TASK TO CARRY OUT: Copy verbatim the block of lines in the entries below whose first line contains "it('asks once while" and whose last line contains "name: 'Stay with". Leave out all other lines.

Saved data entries
== Segment start ==

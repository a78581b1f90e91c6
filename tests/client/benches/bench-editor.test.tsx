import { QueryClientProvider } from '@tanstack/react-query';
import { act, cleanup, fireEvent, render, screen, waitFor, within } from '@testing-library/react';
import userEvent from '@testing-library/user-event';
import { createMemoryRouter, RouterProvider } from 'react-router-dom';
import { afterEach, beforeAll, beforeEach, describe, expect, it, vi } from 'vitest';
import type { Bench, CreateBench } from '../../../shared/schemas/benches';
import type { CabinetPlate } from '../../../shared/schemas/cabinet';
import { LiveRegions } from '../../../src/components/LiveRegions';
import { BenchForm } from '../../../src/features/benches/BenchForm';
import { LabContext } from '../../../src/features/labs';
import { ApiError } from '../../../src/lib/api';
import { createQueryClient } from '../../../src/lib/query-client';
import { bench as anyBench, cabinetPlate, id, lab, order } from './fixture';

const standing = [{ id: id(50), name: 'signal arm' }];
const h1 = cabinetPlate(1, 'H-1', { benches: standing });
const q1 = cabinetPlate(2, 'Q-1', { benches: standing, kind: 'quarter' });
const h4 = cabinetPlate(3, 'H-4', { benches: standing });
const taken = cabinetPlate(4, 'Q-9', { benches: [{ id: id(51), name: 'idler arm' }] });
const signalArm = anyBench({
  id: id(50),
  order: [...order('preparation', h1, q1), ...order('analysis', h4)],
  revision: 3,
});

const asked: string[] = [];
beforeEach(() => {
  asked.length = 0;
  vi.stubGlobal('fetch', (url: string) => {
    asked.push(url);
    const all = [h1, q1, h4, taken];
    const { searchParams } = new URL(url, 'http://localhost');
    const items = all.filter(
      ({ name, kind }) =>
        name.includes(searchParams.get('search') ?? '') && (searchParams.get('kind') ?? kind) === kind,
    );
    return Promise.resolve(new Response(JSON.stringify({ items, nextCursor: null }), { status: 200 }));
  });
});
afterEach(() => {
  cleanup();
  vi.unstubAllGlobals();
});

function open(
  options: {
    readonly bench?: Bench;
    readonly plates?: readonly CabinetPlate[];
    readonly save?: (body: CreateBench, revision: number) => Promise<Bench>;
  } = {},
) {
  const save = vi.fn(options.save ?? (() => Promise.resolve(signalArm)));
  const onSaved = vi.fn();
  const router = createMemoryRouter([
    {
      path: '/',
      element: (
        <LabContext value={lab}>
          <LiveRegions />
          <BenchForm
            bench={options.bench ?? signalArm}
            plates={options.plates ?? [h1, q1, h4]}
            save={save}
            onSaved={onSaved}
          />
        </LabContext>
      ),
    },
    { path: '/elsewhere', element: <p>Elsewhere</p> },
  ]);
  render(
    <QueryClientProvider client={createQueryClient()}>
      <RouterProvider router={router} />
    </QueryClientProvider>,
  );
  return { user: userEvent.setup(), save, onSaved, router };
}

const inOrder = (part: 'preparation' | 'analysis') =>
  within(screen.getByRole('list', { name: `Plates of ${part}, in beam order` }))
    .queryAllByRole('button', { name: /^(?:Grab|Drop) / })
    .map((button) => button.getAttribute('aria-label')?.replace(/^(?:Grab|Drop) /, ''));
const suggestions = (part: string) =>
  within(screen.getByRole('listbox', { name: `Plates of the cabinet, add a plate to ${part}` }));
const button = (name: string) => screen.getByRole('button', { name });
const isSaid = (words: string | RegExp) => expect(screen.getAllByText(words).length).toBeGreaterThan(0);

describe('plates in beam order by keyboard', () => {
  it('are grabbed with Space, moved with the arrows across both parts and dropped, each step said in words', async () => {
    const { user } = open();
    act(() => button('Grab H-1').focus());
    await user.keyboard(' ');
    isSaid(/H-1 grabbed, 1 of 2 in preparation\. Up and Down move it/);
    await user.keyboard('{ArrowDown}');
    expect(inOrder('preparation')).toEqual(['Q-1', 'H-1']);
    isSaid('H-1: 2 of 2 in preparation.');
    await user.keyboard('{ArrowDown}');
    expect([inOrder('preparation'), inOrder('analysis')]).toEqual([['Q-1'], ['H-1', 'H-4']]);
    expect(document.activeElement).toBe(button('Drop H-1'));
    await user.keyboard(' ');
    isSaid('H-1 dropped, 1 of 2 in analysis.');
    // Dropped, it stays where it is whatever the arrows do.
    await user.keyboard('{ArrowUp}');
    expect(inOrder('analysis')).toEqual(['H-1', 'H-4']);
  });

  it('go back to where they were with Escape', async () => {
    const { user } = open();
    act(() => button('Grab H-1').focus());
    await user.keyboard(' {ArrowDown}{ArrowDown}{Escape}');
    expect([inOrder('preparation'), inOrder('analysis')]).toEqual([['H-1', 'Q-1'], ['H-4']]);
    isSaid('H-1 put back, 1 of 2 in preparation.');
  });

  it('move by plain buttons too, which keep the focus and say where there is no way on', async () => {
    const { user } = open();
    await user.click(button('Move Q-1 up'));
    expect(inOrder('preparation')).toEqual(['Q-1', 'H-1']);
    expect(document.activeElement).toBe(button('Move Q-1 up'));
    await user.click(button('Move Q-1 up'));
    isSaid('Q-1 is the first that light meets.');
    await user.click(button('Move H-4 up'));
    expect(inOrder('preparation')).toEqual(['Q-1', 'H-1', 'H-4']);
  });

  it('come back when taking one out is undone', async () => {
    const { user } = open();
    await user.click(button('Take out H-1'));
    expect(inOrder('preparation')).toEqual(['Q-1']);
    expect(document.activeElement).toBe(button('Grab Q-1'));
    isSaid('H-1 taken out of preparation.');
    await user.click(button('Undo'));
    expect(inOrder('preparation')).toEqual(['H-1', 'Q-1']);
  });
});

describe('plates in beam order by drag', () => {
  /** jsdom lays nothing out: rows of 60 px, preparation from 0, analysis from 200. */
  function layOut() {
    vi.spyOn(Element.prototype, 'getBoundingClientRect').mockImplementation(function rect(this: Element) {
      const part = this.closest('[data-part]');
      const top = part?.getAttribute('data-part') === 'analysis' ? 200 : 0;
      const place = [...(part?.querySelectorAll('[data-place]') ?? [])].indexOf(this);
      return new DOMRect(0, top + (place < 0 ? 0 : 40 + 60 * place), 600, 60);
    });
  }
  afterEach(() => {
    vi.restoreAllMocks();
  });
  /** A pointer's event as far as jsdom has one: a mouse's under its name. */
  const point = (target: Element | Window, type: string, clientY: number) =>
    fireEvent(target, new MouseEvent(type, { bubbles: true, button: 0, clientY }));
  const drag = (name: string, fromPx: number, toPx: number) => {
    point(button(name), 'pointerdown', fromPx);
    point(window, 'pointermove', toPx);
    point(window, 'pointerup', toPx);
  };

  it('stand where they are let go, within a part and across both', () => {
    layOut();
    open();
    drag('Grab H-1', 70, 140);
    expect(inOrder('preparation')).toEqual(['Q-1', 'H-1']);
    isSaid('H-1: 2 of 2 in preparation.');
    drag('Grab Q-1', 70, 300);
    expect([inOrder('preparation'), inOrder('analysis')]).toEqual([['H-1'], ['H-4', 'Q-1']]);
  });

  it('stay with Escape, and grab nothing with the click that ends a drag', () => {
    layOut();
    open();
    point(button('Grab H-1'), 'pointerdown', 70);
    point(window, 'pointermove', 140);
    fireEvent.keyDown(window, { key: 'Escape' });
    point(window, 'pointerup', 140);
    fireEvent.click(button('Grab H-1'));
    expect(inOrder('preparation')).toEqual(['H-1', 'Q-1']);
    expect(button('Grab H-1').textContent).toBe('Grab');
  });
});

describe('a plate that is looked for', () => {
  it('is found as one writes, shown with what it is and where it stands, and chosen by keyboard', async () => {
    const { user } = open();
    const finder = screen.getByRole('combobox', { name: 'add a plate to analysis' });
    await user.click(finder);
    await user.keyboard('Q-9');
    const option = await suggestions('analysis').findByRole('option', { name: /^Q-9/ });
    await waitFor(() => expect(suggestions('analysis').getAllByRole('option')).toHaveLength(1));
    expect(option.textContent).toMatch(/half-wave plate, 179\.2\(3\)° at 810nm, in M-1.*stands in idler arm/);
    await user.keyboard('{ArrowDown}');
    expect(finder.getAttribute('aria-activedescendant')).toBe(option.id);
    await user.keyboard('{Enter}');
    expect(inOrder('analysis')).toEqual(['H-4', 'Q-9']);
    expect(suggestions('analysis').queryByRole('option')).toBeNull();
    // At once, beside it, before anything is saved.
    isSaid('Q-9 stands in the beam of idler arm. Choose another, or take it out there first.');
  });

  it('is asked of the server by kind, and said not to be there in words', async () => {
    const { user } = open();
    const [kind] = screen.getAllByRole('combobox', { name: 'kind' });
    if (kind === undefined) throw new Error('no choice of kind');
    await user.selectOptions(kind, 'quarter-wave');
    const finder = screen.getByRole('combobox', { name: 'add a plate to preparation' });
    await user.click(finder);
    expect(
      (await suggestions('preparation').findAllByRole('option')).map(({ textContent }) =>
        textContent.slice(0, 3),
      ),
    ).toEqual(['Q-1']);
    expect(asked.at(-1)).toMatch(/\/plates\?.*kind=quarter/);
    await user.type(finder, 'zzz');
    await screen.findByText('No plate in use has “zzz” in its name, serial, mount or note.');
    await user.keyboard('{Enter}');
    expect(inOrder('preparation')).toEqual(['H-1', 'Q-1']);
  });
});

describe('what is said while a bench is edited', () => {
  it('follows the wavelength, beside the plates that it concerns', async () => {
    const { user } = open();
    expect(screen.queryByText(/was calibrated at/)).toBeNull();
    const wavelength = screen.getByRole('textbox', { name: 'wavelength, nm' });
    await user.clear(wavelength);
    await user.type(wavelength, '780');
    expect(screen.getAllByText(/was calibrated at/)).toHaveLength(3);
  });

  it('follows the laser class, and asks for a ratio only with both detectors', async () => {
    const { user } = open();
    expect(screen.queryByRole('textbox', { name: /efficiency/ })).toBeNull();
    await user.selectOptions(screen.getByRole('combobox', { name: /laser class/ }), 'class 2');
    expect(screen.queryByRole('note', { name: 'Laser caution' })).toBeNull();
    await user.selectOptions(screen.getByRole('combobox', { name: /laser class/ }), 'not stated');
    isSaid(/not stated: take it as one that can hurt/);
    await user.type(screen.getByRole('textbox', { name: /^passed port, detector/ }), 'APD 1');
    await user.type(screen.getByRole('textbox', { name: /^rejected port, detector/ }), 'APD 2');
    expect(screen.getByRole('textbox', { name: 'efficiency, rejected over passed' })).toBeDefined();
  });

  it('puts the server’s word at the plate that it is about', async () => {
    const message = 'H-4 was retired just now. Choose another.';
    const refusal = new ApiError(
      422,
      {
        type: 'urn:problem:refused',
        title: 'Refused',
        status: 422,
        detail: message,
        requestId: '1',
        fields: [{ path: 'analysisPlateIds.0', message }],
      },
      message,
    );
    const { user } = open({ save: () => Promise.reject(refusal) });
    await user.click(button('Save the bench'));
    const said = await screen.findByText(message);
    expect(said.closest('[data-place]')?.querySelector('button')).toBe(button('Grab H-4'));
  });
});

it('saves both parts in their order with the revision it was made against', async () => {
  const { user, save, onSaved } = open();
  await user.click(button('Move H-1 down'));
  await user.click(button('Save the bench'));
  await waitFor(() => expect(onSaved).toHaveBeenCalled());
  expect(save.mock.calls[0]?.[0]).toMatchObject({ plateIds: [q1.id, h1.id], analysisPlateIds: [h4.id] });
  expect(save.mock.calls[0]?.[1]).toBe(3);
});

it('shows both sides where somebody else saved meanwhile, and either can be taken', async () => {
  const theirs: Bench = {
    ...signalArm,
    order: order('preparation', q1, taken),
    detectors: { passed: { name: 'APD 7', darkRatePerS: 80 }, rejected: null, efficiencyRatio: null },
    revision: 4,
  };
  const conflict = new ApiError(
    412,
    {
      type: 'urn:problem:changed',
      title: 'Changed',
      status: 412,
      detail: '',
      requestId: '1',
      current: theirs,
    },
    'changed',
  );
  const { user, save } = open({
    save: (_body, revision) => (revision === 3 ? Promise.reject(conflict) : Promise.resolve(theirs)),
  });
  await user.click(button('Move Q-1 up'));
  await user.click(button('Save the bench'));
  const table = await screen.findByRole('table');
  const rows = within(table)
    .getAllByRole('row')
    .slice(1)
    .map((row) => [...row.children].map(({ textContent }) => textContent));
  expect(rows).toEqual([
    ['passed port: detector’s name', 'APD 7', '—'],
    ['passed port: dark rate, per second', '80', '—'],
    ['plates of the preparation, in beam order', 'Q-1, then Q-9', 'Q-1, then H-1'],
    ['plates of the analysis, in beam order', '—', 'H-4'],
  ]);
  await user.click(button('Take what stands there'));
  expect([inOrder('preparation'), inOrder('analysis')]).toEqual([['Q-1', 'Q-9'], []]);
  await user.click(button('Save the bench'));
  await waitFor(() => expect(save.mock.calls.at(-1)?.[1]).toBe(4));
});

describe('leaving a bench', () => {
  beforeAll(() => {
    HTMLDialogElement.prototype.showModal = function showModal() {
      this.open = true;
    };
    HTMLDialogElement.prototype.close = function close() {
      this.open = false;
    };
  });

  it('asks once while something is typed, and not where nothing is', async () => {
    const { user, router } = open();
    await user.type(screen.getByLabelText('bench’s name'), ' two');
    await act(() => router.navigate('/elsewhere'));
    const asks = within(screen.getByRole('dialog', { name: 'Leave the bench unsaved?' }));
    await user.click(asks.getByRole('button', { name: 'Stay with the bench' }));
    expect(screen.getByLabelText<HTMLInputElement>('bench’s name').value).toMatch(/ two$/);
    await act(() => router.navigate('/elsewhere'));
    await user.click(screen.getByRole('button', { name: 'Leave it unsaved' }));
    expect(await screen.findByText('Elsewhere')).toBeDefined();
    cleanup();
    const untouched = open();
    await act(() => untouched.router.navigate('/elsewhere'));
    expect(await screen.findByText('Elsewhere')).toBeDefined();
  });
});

== Segment end ==

OUTPUT:
  it('asks once while something is typed, and not where nothing is', async () => {
    const { user, router } = open();
    await user.type(screen.getByLabelText('bench’s name'), ' two');
    await act(() => router.navigate('/elsewhere'));
    const asks = within(screen.getByRole('dialog', { name: 'Leave the bench unsaved?' }));
    await user.click(asks.getByRole('button', { name: 'Stay with the bench' }));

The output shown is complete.